> [Exercise instructions]: Below is a listing; give only the number of its lines that contain the word "import".

> [Supplied information]:

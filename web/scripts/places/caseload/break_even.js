/** How strong one lever must be so that a target is reached. */
import { answerBlock } from '../../parts/answer.js';
import { choiceRow, numberField, selectOne } from '../../parts/choices.js';
import { h } from '../../parts/element.js';
import { live } from '../../parts/live.js';
import { cautionList } from '../../parts/said.js';
import { table } from '../../parts/table.js';
import { itemsAsked, typedFaultless } from './items.js';
import { setting } from './request.js';

/** Levers of a single percentage. */
const KINDS = ['fewer_lost', 'fewer_deaths', 'fewer_stopped', 'more_completed', 'fewer_newcomers'];
const GOALS = ['under_care', 'lost', 'deaths', 'cost'];

/** @param {import('../../app.js').App} app */
export function breakEvenBlock(app) {
  return answerBlock(app, {
    id: 'break-even',
    title: 'break-even-title',
    choices: choices(app),
    empty: 'break-even-type',
    ask: request,
    draw: (answer, state) => draw(app, answer, state.caseload.breakEven.kind),
  });
}

function request(state) {
  const asked = setting(state);
  const { breakEven, discount } = state.caseload;
  if (!asked || breakEven.target === null || breakEven.target < 0 || !typedFaultless(state.caseload)) return null;
  return {
    task: 'caseload.break_even',
    request: { ...asked, lever: { kind: breakEven.kind }, goal: breakEven.goal, target: breakEven.target, items: itemsAsked(state.caseload), discount },
  };
}

function choices(app) {
  return live(app, ({ caseload }) => caseload.breakEven, ({ caseload: { breakEven } }) => {
    const { say } = app.words;
    const change = (patch) => app.store.amend('caseload', { breakEven: { ...app.store.state.caseload.breakEven, ...patch } });
    return [choiceRow(
      selectOne({
        id: 'break-even-kind', label: say('break-even-kind'), value: breakEven.kind,
        options: KINDS.map((kind) => ({ value: kind, label: say(`lever-${kind}`) })), onchange: (kind) => change({ kind }),
      }),
      selectOne({
        id: 'break-even-goal', label: say('break-even-goal'), value: breakEven.goal,
        options: GOALS.map((goal) => ({ value: goal, label: say(`goal-${goal}`) })), onchange: (goal) => change({ goal }),
      }),
      numberField({
        id: 'break-even-target', label: say('break-even-target'), value: breakEven.target, least: 0,
        fault: breakEven.target < 0 ? say('fault-negative') : null, onchange: (target) => change({ target }),
      }))];
  });
}

function draw(app, answer, kind) {
  const { say, count, decimal, percent, day } = app.words;
  const named = { lever: say(`lever-${kind}`), goal: say(`goal-${answer.goal}`), target: count(answer.target), ends: day(answer.ends) };
  const rows = [
    { percent: 0, reached: answer.at_none },
    ...(answer.percent === null ? [] : [{ percent: answer.percent, reached: answer.target }]),
    { percent: answer.most, reached: answer.at_most },
  ];
  return [
    h('p', { class: 'sentence' }, answer.percent === null
      ? say('break-even-never', { ...named, none: count(answer.at_none), most: count(answer.at_most), percent: decimal(answer.most, 0) })
      : say('break-even-sentence', { ...named, percent: decimal(answer.percent, 1), share: percent(answer.reached_in, 0) })),
    table(app, {
      name: 'break-even', caption: say('break-even-caption', named), rows,
      columns: [
        { heading: named.lever, show: (row) => say('in-percent', { percent: decimal(row.percent, 1) }), full: (row) => row.percent },
        { heading: named.goal, show: (row) => count(row.reached), full: (row) => row.reached },
      ],
    }),
    cautionList(app, answer.cautions),
    h('p', { class: 'method' }, say('break-even-method')),
  ];
}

> [Solution for this exercise]: 9